As these graphs illustrate, performance in a triathlon is not exclusively determined by your threshold power. Just as you need to work your swim and run fitness at a variety of speeds and intensities, your training on the bike needs to include variations in intensity to provide the appropriate stresses to trigger improvement.
Specific neuromuscular (NM) training like cadence drills and standing starts is necessary to teach your body how to effectively recruit your fast-twitch muscle fibers so you can accelerate in big gear and get up to speed. These accelerations require that you produce power anaerobically, which means you’ll also need to train your Anaerobic Capacity (AC) so you can tolerate the extra lactate and settle quickly back into your steady, FTP effort without spending too much time recovering. If you don’t focus on these systems during training, you won’t be able to perform at your peak come race day.
FOLLOW THE MAP TO A HIGHER FTP
Endurance sports are all about oxygen.

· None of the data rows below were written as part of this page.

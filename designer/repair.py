"""Log evidence where Laplace alone cannot be trusted: quadrature along the worst-determined coordinate.

The structural coordinate of largest marginal variance is held at a row of nodes; at each, the others
and the run coordinates are optimised anew and integrated, by five Gauss-Hermite nodes in the next
worst coordinate and by Laplace in what is left. Along the row the trapezoidal rule is used, which
converges faster than any power for a density that falls off smoothly at both ends; the same rule
with every second node left out gives its error.
"""

from __future__ import annotations

from typing import NamedTuple

import numpy as np

from designer.evidence import Fit, Kernel, Point
from designer.likelihood import Design, Readings

FIRST_NODES = 13  # over +- 6 Laplace standard deviations, to find where the density lies
NODES = 25
DEPTH = 14.0  # nats below the top at which the density is left out
INNER_NODES = 5
NORMAL = -np.log(2 * np.pi) / 2  # of the prior in a held coordinate; in Laplace it cancels with det H


class Repaired(NamedTuple):
    """log_evidence (draw,) and its error: what leaving out every second node changes."""

    log_evidence: np.ndarray
    error: np.ndarray


def glance(kernel: Kernel, design: Design, readings: Readings, fit: Fit) -> Repaired:
    """A quick look along the worst-determined coordinate: 13 nodes one standard deviation apart,
    Laplace on everything else. The error is the largest of: its difference from Laplace, the change
    with half the nodes, the share of the density at the ends."""
    structural = fit.u.shape[1]
    if structural == 0 or len(fit.u) == 0:
        return Repaired(fit.log_evidence, np.zeros_like(fit.log_evidence))
    axis, spread = _worst(fit)
    centre = fit.u[np.arange(len(axis)), axis]
    nodes = centre[:, None] + spread[:, None] * np.linspace(-6, 6, FIRST_NODES)
    density = _along(kernel, design, readings, fit, axis, nodes, inner=False)
    log_evidence = _trapezoid(density, spread) + NORMAL
    ends = np.exp(np.maximum(density[:, 0], density[:, -1]) - density.max(1))
    coarse = _trapezoid(density[:, ::2], 2 * spread) + NORMAL
    # a Gaussian sampled two standard deviations apart is itself off by 2 exp(-pi^2/2) = 0.014
    halving = np.maximum(np.abs(coarse - log_evidence) - 0.015, 0.0)
    off = np.abs(log_evidence - fit.log_evidence)
    error = np.maximum(np.maximum(off, halving), ends)
    return Repaired(log_evidence, np.where(np.isfinite(error), error, np.inf))


def _worst(fit: Fit) -> tuple[np.ndarray, np.ndarray]:
    """Index and standard deviation of the structural coordinate of largest marginal variance."""
    spread = np.sqrt(np.einsum("nii->ni", fit.covariance))
    axis = spread.argmax(1)
    return axis, spread[np.arange(len(axis)), axis]


def quadrature(kernel: Kernel, design: Design, readings: Readings, fit: Fit) -> Repaired:
    """Log evidence of every data set by quadrature around ``fit`` (module docstring).

    readings: (draw, run, time, signal); fit: the optimum of each. Without structural coordinates
    there is nothing to integrate along and Laplace's value is returned.
    """
    structural = fit.u.shape[1]
    if structural == 0 or len(fit.u) == 0:
        return Repaired(fit.log_evidence, np.zeros_like(fit.log_evidence))
    axis, spread = _worst(fit)
    low, high = _where_it_lies(kernel, design, readings, fit, axis, spread)
    nodes = np.linspace(low, high, NODES, axis=1)
    density = _along(kernel, design, readings, fit, axis, nodes, inner=structural > 1)
    step = (high - low) / (NODES - 1)
    fine = _trapezoid(density, step)
    coarse = _trapezoid(density[:, ::2], 2 * step)
    return Repaired(fine + NORMAL, np.abs(fine - coarse))


def _trapezoid(log_density: np.ndarray, step: np.ndarray) -> np.ndarray:
    weights = np.ones(log_density.shape[1])
    weights[[0, -1]] = 0.5
    top = log_density.max(1)
    return top + np.log((weights * np.exp(log_density - top[:, None])).sum(1) * step)


def _where_it_lies(
    kernel: Kernel, design: Design, readings: Readings, fit: Fit, axis: np.ndarray, spread: np.ndarray
) -> tuple[np.ndarray, np.ndarray]:
    """Ends of the stretch of the held coordinate that carries the density."""
    rows = np.arange(len(axis))
    centre, reach = fit.u[rows, axis], 6 * spread
    low, high = centre - reach, centre + reach
    for _ in range(4):
        nodes = np.linspace(low, high, FIRST_NODES, axis=1)
        density = _along(kernel, design, readings, fit, axis, nodes, inner=False)
        level = density.max(1) - DEPTH
        wide_low, wide_high = density[:, 0] > level, density[:, -1] > level
        if not (wide_low | wide_high).any():
            break
        width = high - low
        low, high = low - wide_low * width / 2, high + wide_high * width / 2
    inside = density > level[:, None]
    first = np.maximum(inside.argmax(1) - 1, 0)
    last = np.minimum(FIRST_NODES - inside[:, ::-1].argmax(1), FIRST_NODES - 1)
    return nodes[rows, first], nodes[rows, last]


def _along(
    kernel: Kernel,
    design: Design,
    readings: Readings,
    fit: Fit,
    axis: np.ndarray,
    nodes: np.ndarray,
    inner: bool,
) -> np.ndarray:
    """Log of the marginal density of the held coordinate at ``nodes`` (draw, node), up to the prior's
    constant: Laplace, with Gauss-Hermite in one more coordinate if ``inner``."""
    count, each = nodes.shape
    rows = np.repeat(np.arange(count), each)
    repeated = Readings(*(np.asarray(x)[rows] for x in readings))
    held = axis[rows]
    index = np.arange(len(rows))
    slope = fit.covariance[rows, :, held] / fit.covariance[rows, held, held][:, None]
    move = nodes.ravel() - fit.u[rows, held]
    start = Point(fit.u[rows] + move[:, None] * slope, fit.z[rows])
    start.u[index, held] = nodes.ravel()
    free = np.ones_like(start.u)
    free[index, held] = 0.0
    at = kernel.fit(design, repeated, start, free)
    density = np.where(at.trouble > 0, -np.inf, at.log_evidence)
    if inner:
        density = _inner(kernel, design, repeated, at, held, free)
    return density.reshape(count, each)


def _inner(
    kernel: Kernel, design: Design, readings: Readings, at: Fit, held: np.ndarray, free: np.ndarray
) -> np.ndarray:
    """ln of the integral over the next worst coordinate by Gauss-Hermite about each optimum."""
    abscissae, weights = np.polynomial.hermite_e.hermegauss(INNER_NODES)
    index = np.arange(len(held))
    spread = np.sqrt(np.einsum("nii->ni", at.covariance)) * free
    second = np.where(free > 0, spread, -1.0).argmax(1)
    width = spread[index, second]
    slope = at.covariance[index, :, second] / at.covariance[index, second, second][:, None] * free
    total = []
    fixed = free.copy()
    fixed[index, second] = 0.0
    for x, weight in zip(abscissae, weights, strict=True):
        u = at.u + (x * width)[:, None] * slope
        part = kernel.fit(design, readings, Point(u, at.z), fixed)
        total.append(part.log_evidence + x * x / 2 + np.log(weight * width))
    stacked = np.stack(total)
    top = stacked.max(0)
    return top + np.log(np.exp(stacked - top).sum(0)) + NORMAL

Training increases both the amount of oxygen your body can use and the amount of power you can produce with that oxygen. Putting those two factors together gives you your Maximal Aerobic Power (MAP), and underneath that value is your ability to produce sustainable power (your FTP).

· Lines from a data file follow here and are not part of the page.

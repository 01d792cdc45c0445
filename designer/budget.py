"""Budget of error of one sample: where the variance of its reading comes from.

Errors that a run or a stock shares are propagated by the law's own slopes, Var = sum (d mean/d z_i)^2,
z_i ~ N(0, 1), taken by central differences at the middle of the beliefs; the errors of the sample
itself are absolute^2 + (relative * mean)^2 + (time error * d mean/dt)^2.
"""

from __future__ import annotations

import numpy as np

from designer.courses import Course
from designer.findings import Budget, Share
from designer.records import Reading, Study

RELATIVE, ABSOLUTE = "relative error of the reading", "absolute error of the reading"
CLOCK = "time of sampling"
WORDS = {"rate": "scatter of the rate", "temperature": "temperature of the run"}  # coordinate -> source
STEP = 1e-3  # of a standard deviation; central differences are then right to about 1e-6


def budget(
    study: Study, course: Course, u: np.ndarray, conditions: np.ndarray, time: float, column: int
) -> Budget:
    """Budget of the reading ``column`` at ``time`` (s). u (structural,); conditions (condition,)."""
    law, reading = course.law, course.law.channels[column].reading
    stocks = [i for i, name in enumerate(law.structural) if name.startswith("stock of ")]
    seen = course.see(*_lanes(u, conditions, time, len(law.errors), stocks))
    mean = seen.mean[:, 0, column]
    slopes = (mean[1::2] - mean[2::2]) / (2 * STEP)
    names = [*law.errors, *(law.structural[i] for i in stocks)]
    sizes = [(name, abs(float(slope))) for name, slope in zip(names, slopes, strict=True)]
    sizes += _within(reading, float(mean[0]), float(seen.variance[0, 0, column]))
    total = sum(size**2 for _, size in sizes)
    shares = [Share(WORDS.get(n, n), size, size**2 / total, _comes_with(n)) for n, size in sizes]
    start = float(course.see(u[None], conditions[None], np.zeros((1, 1))).amount[0, 0])
    return Budget(
        law.candidate.name,
        reading.name,
        reading.unit,
        time,
        float(seen.amount[0, 0]) / start if start else 1.0,
        float(mean[0]),
        float(np.sqrt(total)),
        tuple(sorted(shares, key=lambda share: -share.share)),
    )


def _within(reading: Reading, mean: float, variance: float) -> list[tuple[str, float]]:
    """Errors that come afresh with each sample; what the first two leave of the variance is the clock's."""
    found = [(RELATIVE, abs(reading.relative * mean)), (ABSOLUTE, reading.absolute)]
    rest = variance - sum(size**2 for _, size in found)
    if reading.time_error:
        found.append((CLOCK, float(np.sqrt(max(rest, 0.0)))))
    return [(name, size) for name, size in found if size]


def _comes_with(name: str) -> str:
    if name in (RELATIVE, ABSOLUTE, CLOCK):
        return "sample"
    return "stock" if name.startswith("stock of ") else "run"


def _lanes(
    u: np.ndarray, conditions: np.ndarray, time: float, errors: int, stocks: list[int]
) -> tuple[np.ndarray, np.ndarray, np.ndarray, np.ndarray]:
    """Lane 0 is the middle; then a step up and a step down of each error of the run and each stock."""
    count = 1 + 2 * (errors + len(stocks))
    us, zs = np.tile(u, (count, 1)), np.zeros((count, errors))
    for i in range(errors):
        zs[1 + 2 * i, i], zs[2 + 2 * i, i] = STEP, -STEP
    for j, place in enumerate(stocks, errors):
        us[1 + 2 * j, place] += STEP
        us[2 + 2 * j, place] -= STEP
    return us, conditions[None], np.array([[time]]), zs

Though steady-state riding is largely dependent on your FTP, your FTP is largely dependent on your MAP. The physiological relationship between MAP and FTP is well-documented, with your MAP acting like a ceiling that holds your FTP down. Virtually all of the successful elite triathletes that I’ve coached have a MAP power that is more than 20% above their FTP. Want to increase your FTP? First you have to raise your MAP, and that means incorporating specific high-intensity interval sessions into your training (Nine Hammers, anyone?).
MIX IT UP
Burnout and overtraining are often caused by monotony. That monotony is often caused by a lack of variation in both training intensity and the average duration of the session. Incorporating shorter, high-intensity sessions into your training will provide variety, allowing you to hit those longer endurance sessions with renewed zeal.
The bottom line is to have some fun with your training and mix it up. Riding at a steady pace and effort is all well and good as part of a balanced training program, but it’s a lot more fun, the time will pass a lot quicker, and you’ll get faster if you pepper in higher-intensity sessions that target your MAP, AC, and NM power.

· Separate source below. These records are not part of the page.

"""The best fractional design for a measure of information, and the bound it puts on every plan.

Two questions: the best weights over a finite list of samples on offer (``local``), and the best points
and weights within a box of conditions and times (``best_design``). Both end with a design and its largest
sensitivity, hence with "no plan within these limits can be more than so much better by this measure";
``rate`` says it of any given plan.

Kiefer & Wolfowitz 1960; Fedorov & Hackl 1997; Pukelsheim 1993.
"""

from __future__ import annotations

from collections.abc import Callable, Sequence
from dataclasses import dataclass

import numpy as np

from designer.errors import CallError, ConvergenceError
from designer.information import (
    Measure,
    Sensitivities,
    factorised,
    gradient,
    information,
    log_amount,
    published,
    standardised,
    traces,
)
from designer.region import Region, local_maxima, merged, refined
from designer.weights import CLOSE, best_weights, exchanged, factor_of, stacked, value_of

LONGEST = 60  # rounds of new points
NEGLIGIBLE = 1e-5  # weight below which a point may go
UNNOTICED = 1e-6  # loss of ln amount that dropping or joining points may cost
POLISHED = 1e-3  # step of the differences that polish a point, as a part of its distance from the ends
SNAPPED = 1e-7  # a point this near to an end of its range (part of the range) is meant to be there


@dataclass(frozen=True)
class Design:
    """A fractional design and how far from the best it can be.

    points: (support, dimensions), or (support, 1) indices into the list for ``local``; weights sum to 1.
    criterion: in its usual form (``information.published``); amount: larger is better.
    bound: largest sensitivity over the region, target: what it would be for the best design.
    guarantee: target / bound, the least efficiency this design can have; margin: how much better any
    other plan can be at most, as a fraction of the amount.
    grid, sensitivities: where the region was looked at, and the sensitivity there.
    """

    kind: str
    points: np.ndarray
    weights: np.ndarray
    information: np.ndarray
    criterion: float
    amount: float
    bound: float
    target: float
    grid: np.ndarray
    sensitivities: np.ndarray

    @property
    def guarantee(self) -> float:
        return self.target / self.bound

    @property
    def margin(self) -> float:
        return max(self.bound / self.target - 1.0, 0.0)


@dataclass(frozen=True)
class Rating:
    """How a given plan stands against everything on offer.

    efficiency: amount over that of the best design found; margin: no plan within the limits can have an
    amount larger than this plan's by more than this fraction (infinity where the plan says nothing).
    sensitivities: of each sample on offer under the best design.
    """

    criterion: float
    amount: float
    efficiency: float
    margin: float
    best: Design


def _fitting(measure: Measure, given: Sensitivities | np.ndarray) -> np.ndarray:
    rows = standardised(given)
    if rows.shape[2] != measure.parameters:
        message = (
            f"the measure is about {measure.parameters} parameters, the derivatives about {rows.shape[2]}"
        )
        raise CallError(message)
    return rows


def _peaks(
    g: np.ndarray,
    rows_at: Callable[[np.ndarray], np.ndarray],
    region: Region,
    grid: np.ndarray,
    rows: np.ndarray,
) -> tuple[np.ndarray, np.ndarray]:
    """Refined peaks of tr(G m(x)) that come near the largest, and their heights."""
    first = traces(g, rows)
    starts = grid[local_maxima(region, first, 0.9 * first.max())]
    peaks = refined(lambda points: traces(g, rows_at(points)), region, starts)
    return peaks, traces(g, rows_at(peaks))


def _pruned(
    measure: Measure, rows: np.ndarray, chosen: np.ndarray, weights: np.ndarray
) -> tuple[np.ndarray, np.ndarray]:
    """Drop what carries next to no weight, where the amount does not notice; weights solved anew."""
    kept = weights > NEGLIGIBLE
    before = value_of(measure, rows[chosen], weights)
    fewer, shares = chosen[kept], weights[kept] / weights[kept].sum()
    if log_amount(measure, factorised(stacked(rows[fewer], shares))) < before - UNNOTICED:
        return chosen, weights
    return fewer, best_weights(measure, rows[fewer])


def _simplified(
    measure: Measure,
    rows_at: Callable[[np.ndarray], np.ndarray],
    region: Region,
    points: np.ndarray,
    weights: np.ndarray,
) -> tuple[np.ndarray, np.ndarray]:
    def value(at: np.ndarray, shares: np.ndarray) -> float:
        return log_amount(measure, factorised(stacked(rows_at(at), shares)))

    def dropped(at: np.ndarray, shares: np.ndarray) -> tuple[np.ndarray, np.ndarray]:
        kept = shares > NEGLIGIBLE
        fewer, more = at[kept], shares[kept] / shares[kept].sum()
        return (fewer, more) if value(fewer, more) >= value(at, shares) - UNNOTICED else (at, shares)

    points, weights = dropped(points, weights)
    points, weights = merged(region, points, weights, value, UNNOTICED)
    points, weights = dropped(_snapped(region, points), weights)  # what was joined may be negligible still
    return _polished(measure, rows_at, region, points, weights)


def _snapped(region: Region, points: np.ndarray) -> np.ndarray:
    """Points next to an end of a range put on it."""
    low = np.array([axis.low for axis in region.axes])
    high = np.array([axis.high for axis in region.axes])
    reach = SNAPPED * np.where(region.free, high - low, 0.0)
    return np.where(points - low <= reach, low, np.where(high - points <= reach, high, points))


def _polished(
    measure: Measure,
    rows_at: Callable[[np.ndarray], np.ndarray],
    region: Region,
    points: np.ndarray,
    weights: np.ndarray,
) -> tuple[np.ndarray, np.ndarray]:
    """Move every point to the top of the sensitivity by Newton steps, as long as the amount does not fall.

    Peaks are flat: comparing values finds them to 1e-8 at best, a root of the slope does better.
    """
    weights = best_weights(measure, rows_at(points))
    value = log_amount(measure, factorised(stacked(rows_at(points), weights)))
    for _ in range(10):
        tried = points + _newton_step(measure, rows_at, region, points, weights)
        shares = best_weights(measure, rows_at(tried)) if _works(measure, rows_at(tried)) else weights
        reached = log_amount(measure, factorised(stacked(rows_at(tried), shares)))
        if np.array_equal(tried, points) or reached < value - 1e-14:
            break
        points, weights, value = tried, shares, reached
    return points, weights


def _works(measure: Measure, rows: np.ndarray) -> bool:
    return bool(np.isfinite(log_amount(measure, factorised(rows.reshape(-1, rows.shape[2])))))


def _newton_step(
    measure: Measure,
    rows_at: Callable[[np.ndarray], np.ndarray],
    region: Region,
    points: np.ndarray,
    weights: np.ndarray,
) -> np.ndarray:
    """-s'/s'' along each free axis, by differences of fourth order; 0 at the ends and where s is no peak."""
    g = gradient(measure, factorised(stacked(rows_at(points), weights)))
    step = np.zeros_like(points)
    for axis in np.flatnonzero(region.free):
        low, high = region.axes[axis].low, region.axes[axis].high
        distance = np.minimum(points[:, axis] - low, high - points[:, axis])
        inside = distance > 1e-4 * (high - low) * POLISHED
        width = np.where(inside, POLISHED * distance, 0.0)
        around = np.repeat(points[None], 5, axis=0)
        around[:, :, axis] += np.arange(-2, 3)[:, None] * width
        s = traces(g, rows_at(around.reshape(-1, points.shape[1]))).reshape(5, -1)
        slope = (s[0] - 8 * s[1] + 8 * s[3] - s[4]) / 12  # times the width
        bend = (-s[0] + 16 * s[1] - 30 * s[2] + 16 * s[3] - s[4]) / 12  # times its square
        peak = inside & (bend < 0)
        move = np.where(peak, -slope / np.where(peak, bend, 1.0) * width, 0.0)
        step[:, axis] = np.clip(move, -distance / 4, distance / 4)
    return step


def _design(
    measure: Measure,
    points: np.ndarray,
    weights: np.ndarray,
    rows: np.ndarray,
    grid: np.ndarray,
    first: np.ndarray,
    regular: float,
    everywhere: np.ndarray | None,
) -> Design:
    """The record. first: tr(G m) over the grid under the regular design with ln amount ``regular``.

    What bounds the regular design bounds any other by the ratio of the amounts; the design's own
    sensitivities are taken instead where they bound it as closely (they touch at the support exactly).
    """
    factor = factorised(stacked(rows, weights))
    logarithm = log_amount(measure, factor)
    carried = measure.target * first * np.exp(regular - logarithm)
    if everywhere is not None:
        own = measure.target * traces(gradient(measure, factor), everywhere)
        if own.max() <= carried.max():
            carried = own
    order = np.lexsort(points.T[::-1])
    return Design(
        kind=measure.kind,
        points=points[order],
        weights=weights[order],
        information=information(rows, weights),
        criterion=published(measure, logarithm),
        amount=float(np.exp(logarithm)),
        bound=float(carried.max()),
        target=measure.target,
        grid=grid,
        sensitivities=carried,
    )


def local(measure: Measure, given: Sensitivities | np.ndarray, close: float = CLOSE) -> Design:
    """Best weights over a finite list of samples on offer.

    given: derivatives and variances of the samples, or rows (samples, readings, parameters).
    points of the result are indices into the list, (support, 1); grid is the whole list of indices.
    Raises InfeasibleError where no plan of these samples can estimate what is asked.
    """
    rows = _fitting(measure, given)
    chosen, weights, g = exchanged(measure, rows, close)
    regular = value_of(measure, rows[chosen], weights)
    indices = np.arange(len(rows), dtype=float)[:, None]
    chosen, weights = _pruned(measure, rows, chosen, weights)
    return _design(measure, indices[chosen], weights, rows[chosen], indices, traces(g, rows), regular, None)


def best_design(
    measure: Measure,
    sensitivities: Callable[[np.ndarray], Sensitivities | np.ndarray],
    region: Region,
    close: float = CLOSE,
) -> Design:
    """Best points and weights within a region.

    sensitivities: points (m, dimensions) -> derivatives and variances of m samples. The bound is the
    largest sensitivity over the grid of the region and over the peaks refined from it.
    Raises InfeasibleError where what is asked cannot be estimated anywhere in the region, and
    ConvergenceError where the search does not settle.
    """

    def rows_at(points: np.ndarray) -> np.ndarray:
        return _fitting(measure, sensitivities(points))

    grid = region.grid()
    rows = rows_at(grid)
    chosen, weights, g = exchanged(measure, rows, 1e-3)
    points = grid[chosen]
    for _ in range(LONGEST):
        peaks, heights = _peaks(g, rows_at, region, grid, rows)
        if heights.max() <= 1 + close:
            break
        kept = weights > 1e-9 * weights.max()  # enough for rank, and old points must not pile up
        points = np.unique(np.concatenate([points[kept], peaks[heights > 1]]), axis=0)
        weights = best_weights(measure, rows_at(points), close)
        g = gradient(measure, factor_of(rows_at(points), weights))
    else:
        raise ConvergenceError(f"the best design did not settle in {LONGEST} rounds of exchange")
    regular = value_of(measure, rows_at(points), weights)
    points, weights = _simplified(measure, rows_at, region, points, weights)
    first = np.concatenate([traces(g, rows), heights])
    return _design(
        measure,
        points,
        weights,
        rows_at(points),
        np.concatenate([grid, peaks]),
        first,
        regular,
        np.concatenate([rows, rows_at(peaks)]),
    )


def rate(
    measure: Measure,
    plan: Sensitivities | np.ndarray,
    offer: Sensitivities | np.ndarray,
    weights: Sequence[float] | np.ndarray | None = None,
    best: Design | None = None,
) -> Rating:
    """How a plan stands against every plan that could be made of the samples on offer.

    plan: its samples; weights: how often each is taken (None: once each); offer: samples on offer, which
    should contain those of the plan; best: a design for them found earlier, else it is searched here.
    """
    rows = _fitting(measure, plan)
    best = best or local(measure, offer)
    shares = np.ones(len(rows)) if weights is None else np.asarray(weights, dtype=float)
    information(rows, shares)  # complains about weights that are none
    logarithm = log_amount(measure, factorised(stacked(rows, shares / shares.sum())))
    efficiency = float(np.exp(logarithm - np.log(best.amount)))
    margin = best.bound / best.target / efficiency - 1 if efficiency > 0 else np.inf
    return Rating(published(measure, logarithm), float(np.exp(logarithm)), efficiency, max(margin, 0.0), best)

Specific high-intensity interval sessions will also allow you to get in more quality training, which is especially critical for time-crunched athletes. This leaves more time for recovery while also giving you the flexibility to add additional training sessions to target areas like your swimming technique.
Focusing on steady-state FTP workouts is not the most effective way to improve your finishing time on the bike. Contrary to popular belief, the demands of a bike leg in a triathlon require all of your energy systems. Not only will you be able to recover more quickly from the supra-threshold efforts, but raising your MAP will allow you to increase your FTP. Lastly, incorporating higher-intensity workouts into your training will help add variety and help you avoid overtraining or burnout. Don’t be afraid to go hard. Your bike split will thank you.